Publicado na Coletânea Incontro Letterario a Milano – Oficina do Livro, São Paulo, 2018

O futuro de todos nós

L’avenir c’est ce qui dépasse la main tendue. (Louis Aragon)

 

O que significa de verdade Depois, Amanhã, Futuro? 

Vivemos em função do futuro, do depois, do amanhã, do que há de vir e do que há de ser. Que desconhecemos. Às vezes nem acontece, pois acabamos antes que o futuro chegue. 

Mas se não tivermos essa idéia de futuro, não dá para viver, ficaria tudo sem sentido, seria terrível viver se só existissem o hoje e o ontem. 

Então vivemos em função de algo que desconhecemos, não atingimos, não enxergamos, o abstrato mais absoluto. Se pudéssemos, nem que fosse por um só momento, uma única vez em toda a existência, afastar a cortina tênue mas indevassável que esconde o que está à frente e espiar um mínimo que fosse do nosso futuro… 

Veríamos talvez dias ensolarados e floridos, amores bem resolvidos, paixões bem vividas, bonança e alegria. 

Também poderíamos ver choro e ranger de dentes… 

Agora que caminho entre o outono e o inverno de minha existência, vejo o quanto tenho para olhar para trás, e que nunca me foi dado ver uma hora, um segundo sequer do que há de vir. Tenho milhares de lembranças – principalmente boas, porque minha memória seletiva não me deixa fixar muitas recordações amargas, somente aquelas necessárias para não repetir erros passados – e com elas recheio o edredon que há de me agasalhar quando chegarem as horas derradeiras. 

Como não posso nem poderei conhecer o que virá depois, levo comigo a luz de muitas lembranças e algumas saudades para iluminar o caminho, que não sei onde vai dar, não sei onde vou chegar. Mas continuo firme, caminhando adiante, indo ao encontro desse amanhã que nunca chega. 

E tecendo abstratamente conceitos sobre o desconhecido, vou imaginando o que é amanhã, o que é futuro. 

Quando o novo dia nasce deixa de ser amanhã para se tornar hoje. 

Quando pensamos que chegamos no futuro, vemos que ele na verdade é o presente, e muitas vezes já é passado… é tentar segurar fumaça, reter água, guardar neve… 
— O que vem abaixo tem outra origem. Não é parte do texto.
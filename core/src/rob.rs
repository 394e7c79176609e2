//! The reorder buffer: a fixed-capacity ring of in-flight instructions in
//! program order.
//!
//! Per cycle, dispatch appends at the tail and commit removes from the head;
//! issue and completion update entries in place. Entries are addressed by
//! sequence number, which works because sequence numbers
//! are handed out in program order and no wrong-path instruction ever enters.

use crate::rename::{NO_REG, PhysReg};
use crate::ring::Ring;
use overlap_isa::DynInst;

/// "Not known yet" for a cycle field.
pub(crate) const NOT_YET: u64 = u64::MAX;

/// One in-flight instruction.
#[derive(Clone, Copy, Debug)]
pub(crate) struct RobEntry {
    pub inst: DynInst,
    pub seq: u64,
    /// Cycle at which the result is ready (and the instruction may retire).
    pub done: u64,
    pub issued: bool,
    /// Physical sources (`NO_REG` for none).
    pub srcs: [PhysReg; 2],
    /// Physical destination and the mapping it replaced (`NO_REG` for none).
    pub dst: PhysReg,
    pub prev: PhysReg,
    /// Index in the load or store queue for memory operations.
    pub lsq: u64,
    /// The front end mispredicted this control instruction.
    pub mispredicted: bool,
}

impl RobEntry {
    pub(crate) fn new(inst: DynInst, seq: u64) -> RobEntry {
        RobEntry {
            inst,
            seq,
            done: NOT_YET,
            issued: false,
            srcs: [NO_REG; 2],
            dst: NO_REG,
            prev: NO_REG,
            lsq: 0,
            mispredicted: false,
        }
    }
}

/// The reorder buffer: a ring indexed by sequence number.
#[derive(Debug)]
pub(crate) struct Rob(Ring<RobEntry>);

impl Rob {
    pub(crate) fn new(capacity: usize) -> Rob {
        Rob(Ring::new(capacity))
    }

    pub(crate) fn is_empty(&self) -> bool {
        self.0.is_empty()
    }

    pub(crate) fn is_full(&self) -> bool {
        self.0.is_full()
    }

    /// Append the next instruction in program order.
    pub(crate) fn push(&mut self, entry: RobEntry) {
        let index = self.0.push(entry);
        debug_assert_eq!(index, entry.seq, "program order");
    }

    pub(crate) fn head(&self) -> Option<&RobEntry> {
        (!self.0.is_empty()).then(|| self.0.get(self.0.head))
    }

    pub(crate) fn pop_head(&mut self) -> RobEntry {
        self.0.pop()
    }

    pub(crate) fn get(&self, seq: u64) -> &RobEntry {
        self.0.get(seq)
    }

    pub(crate) fn get_mut(&mut self, seq: u64) -> &mut RobEntry {
        self.0.get_mut(seq)
    }

    /// The entries from oldest to youngest.
    pub(crate) fn iter(&self) -> impl Iterator<Item = &RobEntry> {
        self.0.iter()
    }
}
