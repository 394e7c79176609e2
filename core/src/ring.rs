//! A fixed-capacity ring addressed by an index that only grows: the storage
//! of the reorder buffer and the load and store queues.

/// A fixed-capacity ring addressed by a global index that only grows.
///
/// The slot array is a power of two long, so an index maps to its slot with a
/// mask; the configured capacity bounds how many entries are live.
#[derive(Debug)]
pub(crate) struct Ring<T> {
    slots: Vec<Option<T>>,
    mask: u64,
    capacity: usize,
    pub head: u64,
    pub tail: u64,
}

impl<T: Copy> Ring<T> {
    pub(crate) fn new(capacity: usize) -> Ring<T> {
        let n = capacity.next_power_of_two();
        Ring {
            slots: vec![None; n],
            mask: n as u64 - 1,
            capacity,
            head: 0,
            tail: 0,
        }
    }
    pub(crate) fn is_empty(&self) -> bool {
        self.head == self.tail
    }
    pub(crate) fn len(&self) -> usize {
        (self.tail - self.head) as usize
    }
    pub(crate) fn is_full(&self) -> bool {
        self.len() == self.capacity
    }
    pub(crate) fn push(&mut self, v: T) -> u64 {
        debug_assert!(!self.is_full());
        let i = self.tail;
        self.slots[(i & self.mask) as usize] = Some(v);
        self.tail += 1;
        i
    }
    pub(crate) fn pop(&mut self) -> T {
        let v = self.slots[(self.head & self.mask) as usize]
            .take()
            .expect("live queue entry");
        self.head += 1;
        v
    }
    pub(crate) fn get(&self, i: u64) -> &T {
        self.slots[(i & self.mask) as usize]
            .as_ref()
            .expect("live queue entry")
    }
    pub(crate) fn get_mut(&mut self, i: u64) -> &mut T {
        self.slots[(i & self.mask) as usize]
            .as_mut()
            .expect("live queue entry")
    }
    /// The live entries, oldest first.
    pub(crate) fn iter(&self) -> impl Iterator<Item = &T> {
        (self.head..self.tail).map(move |i| self.get(i))
    }
}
A grande certeza da vida é a morte e o grande enigma é o futuro. Que nunca chegará.

(08/03/10 )

Silêncio pelo menino morto

Esse texto foi escrito em 03 de setembro de 2015. O mundo já esqueceu… 

 

O menino deitado na areia

Adormeceu

Espera por seu pai

De quem se perdeu.

O menino deitado na areia

Fugiu de sua pátria

Fugiu da guerra e do horror

Fugiu da fome e da violência.

No vento frio da noite

Segurava na mão de seu pai

O menino deitado na areia

Tinha pai, tinha mãe e irmão.

No vento da noite o balanço do mar

No frio da noite as ondas imensas

No escuro da noite seu corpo no mar.

Não viu onde foi seu irmão

Não ouviu mais a voz de sua mãe

Não achou mais a mão de seu pai.

E as ondas do mar levaram o menino

E o deixaram na beira da praia.

Adormecido ali ficou o menino.

O pequenino na areia da praia.

Rostinho virado de lado não viu

A cem metros estava seu irmão

Deitado na areia da praia

Dormindo na beira do mar.

Não mais se deram as mãos

Não mais se viram os rostos.

O menino deitado na areia

Deixou um planeta chocado

Sacudiu o conforto de todos

Arrancou lágrimas de dor

Porque não brincava o menino

Não aproveitava a alegria da praia

O menino deitado na areia

Fugindo do horror e da guerra

Não dormia o menino na areia:

Estava morto o menino

Deitado na areia da praia

Morrera nas ondas do mar.

A água e o rio

Era como se fosse a primeira vez que via o rio. Mas, na verdade, todos os dias olhava para ele, andava em suas margens, atravessava suas pontes. Há muito tempo morava ali.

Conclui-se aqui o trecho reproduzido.